Any help is appreciated.
It's a good question. The Serializable is know as a marker interface, and can be viewed as a tag on a class to identify it as having capabilities or behaviours. e.g. you can use this to identify classes that you want to serialise that don't have serialVersionUid defined (and this may be an error).
Note that the commonly used serialisation library XStream (and others) don't require Serializable to be defined.
It is needed so that the JVM can know whether or not a class can be safely serialized. Some things (database connections for example) contain state or connections to external resources that cannot really be serialized.
Also, you'll want to make sure that you put a serialVersionUID member in every serializable class to ensure that serialized objects can be de-serialized after a code change or recompile:
// Set to some arbitrary number.
// Change if the definition/structure of the class changes.

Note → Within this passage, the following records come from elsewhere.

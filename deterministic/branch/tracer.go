package branch

import (
	"context"
	"fmt"
	"math"

	"gonum.org/v1/gonum/floats"
)

// spot is a point of a traced branch.
type spot struct {
	u, weight []float64
	values    []complex128
	mark      *Mark
	meeting   *crossing // where branches meet
}

// tracer traces branches in one knob.
type tracer struct {
	frame
	ctx   context.Context
	knob  Knob
	kinks []kink
}

// path is one run along a branch from its start, which it leaves out.
type path struct {
	t      *tracer
	start  *place
	spots  []spot
	last   spot
	count  int
	closed bool
}

// trace runs along the branch from the start in the direction of its tangent.
func (t *tracer) trace(start *place) (*path, error) {
	p := &path{t: t, start: start, last: t.spotAt(start.u, start.weight)}
	if t.leaving(start) {
		p.last.mark = t.endMark(start.u, RangeEnd, "")
		return p, nil
	}
	at := start
	for {
		last, end := t.follow(t.ctx, at, p.visit)
		switch end {
		case pathStopped:
			return p, nil
		case pathCancelled:
			return p, t.ctx.Err()
		case pathSpent:
			p.lose(last, fmt.Sprintf("not at an end after %d steps", t.most))
			return p, nil
		case pathStuck:
			next, mark, ok := t.corner(last)
			if !ok {
				p.lose(last, "no step along it succeeds: a law is not finite or not smooth there, or branches touch")
				return p, nil
			}
			s := t.spotAt(mark.u, mark.weight)
			s.mark = mark.mark
			p.push(s)
			p.last.values = nil // they are another on either side
			at = next
		}
	}
}

// leaving tells whether a start at an end of the knob's range heads out of it.
func (t *tracer) leaving(p *place) bool {
	v, d := p.u[t.f.n], p.tangent[t.f.n]
	return (v >= t.knob.High && d > 0) || (v <= t.knob.Low && d < 0)
}

// push takes in a spot; a knob that rounding has put outside its range is put back.
func (p *path) push(s spot) {
	n, k := p.t.f.n, p.t.knob
	if v := min(max(s.u[n], k.Low), k.High); v != s.u[n] {
		s.u[n] = v
		if s.mark != nil {
			s.mark.Knob = v
		}
	}
	p.spots = append(p.spots, s)
	p.last = s
}

func (p *path) lose(at *place, text string) {
	s := p.t.spotAt(at.u, at.weight)
	s.mark = p.t.endMark(at.u, Lost, "")
	s.mark.Text = text
	p.push(s)
}

func (t *tracer) spotAt(u, weight []float64) spot {
	return spot{
		u: append([]float64(nil), u...), weight: append([]float64(nil), weight...),
		values: t.f.eigenvalues(u, weight),
	}
}

func (t *tracer) endMark(u []float64, kind Kind, species string) *Mark {
	return &Mark{Kind: kind, Knob: u[t.f.n], Amounts: append([]float64(nil), u[:t.f.n]...), Species: species}
}

// visit takes in one step; true where the branch ends in it.
func (p *path) visit(g segment) bool {
	p.count++
	t := p.t
	if p.count > 2 && t.returns(g, p.start) {
		p.closed = true
		return true
	}
	end := t.cut(&g)
	to := t.spotAt(g.to.u, g.to.weight)
	to.mark = end
	for _, s := range t.events(g, p.last.values, to.values) {
		if end != nil && s.meeting != nil && distance(s.u, to.u, to.weight) < closeBy {
			to = s // the branch ends where it meets another
			continue
		}
		p.push(s)
	}
	if end != nil && end.Kind == Emptied && to.meeting == nil {
		if c, ok := locateCrossing(t.f, to.u, to.weight); ok && distance(c.u, to.u, to.weight) < nearEnd {
			to = *t.meetingSpot(g, c)
		}
	}
	p.push(to)
	return end != nil
}

// nearEnd is how near to the point where an amount reaches 0 a crossing counts as
// that point, which by itself is only found to the root of rounding there.
const nearEnd = 1e-5

// cut ends the segment where it leaves the frame and gives the mark of that end;
// nil where it does not leave.
func (t *tracer) cut(g *segment) *Mark {
	e := t.boundary(g)
	if e == nil {
		return nil
	}
	m := t.endMark(g.to.u, e.kind, t.species(e))
	if e.kind == Lost {
		m.Text = "the edge just ahead cannot be reached: a law is not finite or not smooth there"
	}
	return m
}

// corner is a sharp turn of the branch at a kink.
type corner struct {
	u, weight []float64
	mark      *Mark
}

// corner looks for a kink just ahead of p at which the branch turns sharply, and
// gives the place on its far side, with the tangent there.
func (t *tracer) corner(p *place) (*place, corner, bool) {
	for _, k := range t.kinks {
		u := append([]float64(nil), p.u...)
		if !newton(&kinkSystem{t.f, k}, u, p.weight) || distance(u, p.u, p.weight) > longestStep {
			continue
		}
		if next, ok := t.beyond(p, u, k); ok {
			m := t.endMark(u, Kink, "")
			m.Text = t.f.text(k)
			m.Turns = math.Signbit(p.tangent[t.f.n]) != math.Signbit(next.tangent[t.f.n])
			return next, corner{u, p.weight, m}, true
		}
	}
	return nil, corner{}, false
}

// beyond gives the place at u with the tangent that the branch has on the far side
// of the kink: the derivatives are taken a little further along the old tangent.
func (t *tracer) beyond(p *place, u []float64, k kink) (*place, bool) {
	const nudge = 1e-7
	grad := make([]float64, len(u))
	t.f.sideGradient(k, u, grad)
	heading := func(q *place) float64 {
		sum := 0.0
		for j := range grad {
			sum += grad[j] * q.tangent[j] * q.weight[j]
		}
		return sum
	}
	probe := append([]float64(nil), u...)
	for j := range probe {
		probe[j] += nudge * p.tangent[j] * p.weight[j]
	}
	weight := t.ruler.weights(u)
	q, ok := t.at(probe, weight, p.tangentIn(weight))
	if !ok {
		return nil, false
	}
	if heading(q)*heading(p) < 0 {
		floats.Scale(-1, q.tangent)
		q.sign = -q.sign
	}
	q.u = append([]float64(nil), u...)
	return q, true
}
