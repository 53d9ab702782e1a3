package branch

import (
	"math"
	"testing"

	"holdfast/deterministic"
	"holdfast/internal/zoo"
	"holdfast/model"
)

// mixed has everything that a design can have: fixed-count species with a total,
// scaling species with another, a burst whose mean is a constant, mass action and
// laws.
func mixed(t testing.TB) *model.Network {
	t.Helper()
	one := func(i, n int) model.Term { return model.Term{Species: i, Count: n} }
	c := model.ConstantRef
	d := model.Draft{
		Title: "mixed", TimeUnit: "min", Copies: 20,
		Species: []model.Species{
			{Name: "free", Start: 2, Fixed: true},
			{Name: "bound", Fixed: true},
			{Name: "p", Start: 1},
			{Name: "plain", Start: 1.5},
			{Name: "marked", Start: 0.5},
		},
		Constants: []model.Constant{
			{Name: "on", Value: 0.3}, {Name: "off", Value: 0.7}, {Name: "burst", Value: 4}, {Name: "loss", Value: 0.2}, {Name: "n", Value: 2.5},
		},
		Reactions: []model.DraftReaction{
			{Name: "bind", MassAction: c(0), Uses: []model.Term{one(0, 1), one(2, 2)}, Makes: []model.Term{one(1, 1)}},
			{Name: "unbind", MassAction: c(1), Uses: []model.Term{one(1, 1)}, Makes: []model.Term{one(0, 1), one(2, 2)}},
			{Name: "make", MassAction: num(0.1), Needs: []model.Term{one(1, 1)}, Makes: []model.Term{{Species: 2, Mean: c(2)}}},
			{Name: "leak", Rate: num(0.05), Makes: []model.Term{one(2, 1)}},
			{Name: "lose", MassAction: c(3), Uses: []model.Term{one(2, 1)}},
			{Name: "mark", Rate: over(model.SpeciesRef(3), plus(num(1), raise(model.SpeciesRef(2), c(4)))), Uses: []model.Term{one(3, 1)}, Makes: []model.Term{one(4, 1)}},
			{Name: "unmark", Rate: model.Call(model.OpMul, model.SpeciesRef(4), model.Call(model.OpHill, model.SpeciesRef(2), num(1.5), c(4))), Uses: []model.Term{one(4, 1)}, Makes: []model.Term{one(3, 1)}},
		},
	}
	n, err := d.Bind(0, nil)
	if err != nil {
		t.Fatal(err)
	}
	return n
}

// allKnobs lists a knob of every kind on mixed.
func allKnobs(t testing.TB, n *model.Network) []Knob {
	t.Helper()
	var out []Knob
	for _, name := range []string{"on", "off*loss", "burst", "n", "copies", "total1", "total2"} {
		k, err := NewKnob(n, name, 0.01, 100)
		if err != nil {
			t.Fatal(err)
		}
		out = append(out, k)
	}
	return out
}

// The derivatives, in the amounts and in every kind of knob, against central
// differences: their error is about 1e-10 of the values here.
func TestFieldDerivatives(t *testing.T) {
	n := mixed(t)
	for _, k := range allKnobs(t, n) {
		f := newField(n, k)
		u := []float64{1.3, 0.7, 0.9, 1.2, 0.8, k.Today(n)}
		cols := f.columns()
		out, jac := make([]float64, f.n), make([]float64, f.n*cols)
		f.evaluate(u, out, jac)
		for j := range u {
			h := 1e-5 * u[j]
			up, down := make([]float64, f.n), make([]float64, f.n)
			v := append([]float64(nil), u...)
			v[j] = u[j] + h
			f.evaluate(v, up, nil)
			v[j] = u[j] - h
			f.evaluate(v, down, nil)
			for i := range f.n {
				want := (up[i] - down[i]) / (2 * h)
				if math.Abs(jac[i*cols+j]-want) > 1e-7*(1+math.Abs(want)) {
					t.Errorf("%s: ∂f%d/∂u%d = %v, differences give %v", k.Name, i, j, jac[i*cols+j], want)
				}
			}
		}
	}
}

// With the knobs as they are today the equations are the rate equations of the
// network, and turned they are those of the network bound there.
func TestFieldAgreesWithTheNetwork(t *testing.T) {
	n := mixed(t)
	x := []float64{1.3, 0.7, 0.9, 1.2, 0.8}
	for _, k := range allKnobs(t, n) {
		for _, factor := range []float64{1, 1.5} {
			v := factor * k.Today(n)
			bound, ok := rebind(n, k, v)
			if !ok {
				t.Fatalf("%s cannot be bound at %v", k.Name, v)
			}
			f := newField(n, k)
			out, want := make([]float64, f.n), make([]float64, f.n)
			f.evaluate(append(append([]float64(nil), x...), v), out, nil)
			deterministic.Drift(bound, x, want)
			for _, i := range f.independent {
				if math.Abs(out[i]-want[i]) > 1e-13*(1+math.Abs(want[i])) {
					t.Errorf("%s × %g: rate of species %d is %v, want %v", k.Name, factor, i, out[i], want[i])
				}
			}
			for i, c := range bound.Conserved() {
				if got := f.held[i]; math.Abs(got-float64(c.Value)) > 0.5 && k.kind == totalKnob {
					t.Errorf("%s × %g: total %d is %v, want %v", k.Name, factor, i, got, c.Value)
				}
			}
		}
	}
}

// Eigenvalues and covariance along a branch are those of a survey there.
func TestSpectrumAgreesWithSurvey(t *testing.T) {
	for _, n := range []*model.Network{mixed(t), zoo.Latch(100), zoo.InducibleRepression(1e-5, 10)} {
		m, err := deterministic.Survey(t.Context(), n, deterministic.Options{})
		if m == nil {
			t.Fatal(err)
		}
		k, _ := NewKnob(n, "copies", 1, 1000)
		f := newField(n, k)
		for _, s := range m.States {
			u := append(append([]float64(nil), s.Amounts...), n.Copies)
			weight := make([]float64, f.n)
			for i, x := range s.Amounts {
				weight[i] = max(x, 1e-3)
			}
			for i, v := range f.eigenvalues(u, weight) {
				if d := v - s.Eigenvalues[i]; math.Hypot(real(d), imag(d)) > 1e-9*(1+math.Abs(real(v))) {
					t.Errorf("%s: eigenvalue %d is %v, the survey has %v", n.Title, i, v, s.Eigenvalues[i])
				}
			}
			if s.Covariance == nil {
				continue
			}
			c := f.covariance(u, weight)
			for i := range s.Covariance {
				if math.Abs(c[i]-s.Covariance[i]) > 1e-8*(math.Abs(s.Covariance[i])+1e-6) {
					t.Errorf("%s, %s: covariance %d is %v, the survey has %v", n.Title, s.Name, i, c[i], s.Covariance[i])
				}
			}
		}
	}
}

// Taylor coefficients of every operator along a line, against derivatives: the
// first from Gradient, the others from central differences of Gradient.
func TestSeries(t *testing.T) {
	x, y := model.SpeciesRef(0), model.SpeciesRef(1)
	c := model.ConstantRef(0)
	laws := map[string]*model.Node{
		"sum":          plus(x, over(y, x)),
		"difference":   model.Call(model.OpSub, x, model.Call(model.OpNeg, y)),
		"power":        raise(x, num(2.5)),
		"whole power":  raise(plus(x, y), num(3)),
		"free power":   raise(x, y),
		"exp":          model.Call(model.OpExp, model.Call(model.OpMul, x, y)),
		"log":          model.Call(model.OpLog, plus(x, y)),
		"sqrt":         model.Call(model.OpSqrt, x),
		"min":          model.Call(model.OpMin, x, y),
		"max":          model.Call(model.OpMax, x, raise(y, num(2))),
		"abs":          model.Call(model.OpAbs, model.Call(model.OpSub, x, num(5))),
		"hill low":     model.Call(model.OpHill, x, num(3), c),
		"hill high":    model.Call(model.OpHill, y, num(0.3), c),
		"falling low":  model.Call(model.OpHillFall, x, num(3), c),
		"falling high": model.Call(model.OpHillFall, y, num(0.3), c),
		"moving half":  model.Call(model.OpHill, x, y, c),
	}
	at, d, constants := []float64{0.8, 1.7}, []float64{0.6, -0.4}, []float64{2.3}
	for name, law := range laws {
		slope := func(t float64) float64 {
			g := make([]float64, 2)
			law.Gradient([]float64{at[0] + t*d[0], at[1] + t*d[1]}, constants, g, nil)
			return g[0]*d[0] + g[1]*d[1]
		}
		const h = 1e-3 // differences are off by about h² times the next-but-one derivative
		s := lawSeries(law, at, d, constants)
		want := series{
			law.Eval(at, constants), slope(0), (slope(h) - slope(-h)) / (2 * h) / 2,
			(slope(h) - 2*slope(0) + slope(-h)) / (h * h) / 6,
		}
		for k, tolerance := range []float64{1e-13, 1e-12, 1e-4, 1e-4} {
			if math.Abs(s[k]-want[k]) > tolerance*(1+math.Abs(want[k])) {
				t.Errorf("%s: coefficient of t^%d is %v, want %v", name, k, s[k], want[k])
			}
		}
	}
}

// At x = 0 the powers keep the derivatives that exist.
func TestSeriesAtZero(t *testing.T) {
	law := model.Call(model.OpHill, model.SpeciesRef(0), num(2), num(2))
	s := lawSeries(law, []float64{0}, []float64{1}, nil)
	if want := (series{0, 0, 0.25, 0}); s != want {
		t.Errorf("x²/(4+x²) at 0 is %v, want %v", s, want)
	}
	s = lawSeries(raise(model.SpeciesRef(0), num(2.5)), []float64{0}, []float64{1}, nil)
	if s[0] != 0 || s[1] != 0 || s[2] != 0 || !math.IsNaN(s[3]) {
		t.Errorf("x^2.5 at 0 is %v, want 0, 0, 0 and no third derivative", s)
	}
}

private static final long serialVersionUID = 1;
The serialization allows you to save objects directly to binary files without having to parse them to text, write the string out and then create a new object, and parse the string inputs when reading back in. The primary purpose is to allow you to save objects with all their data to a binary file. I found it to be extremely useful when having to work with linked lists containing lots of objects of the same type and I needed to save them and open them.
The reason is that not all classes can be serialized. Examples:
I/O stuff: InputStream, HTTP connections, channels. They depend on objects created outside the scope of the Java VM and there is no simple way to restore them.
OS resources like windows, images, etc.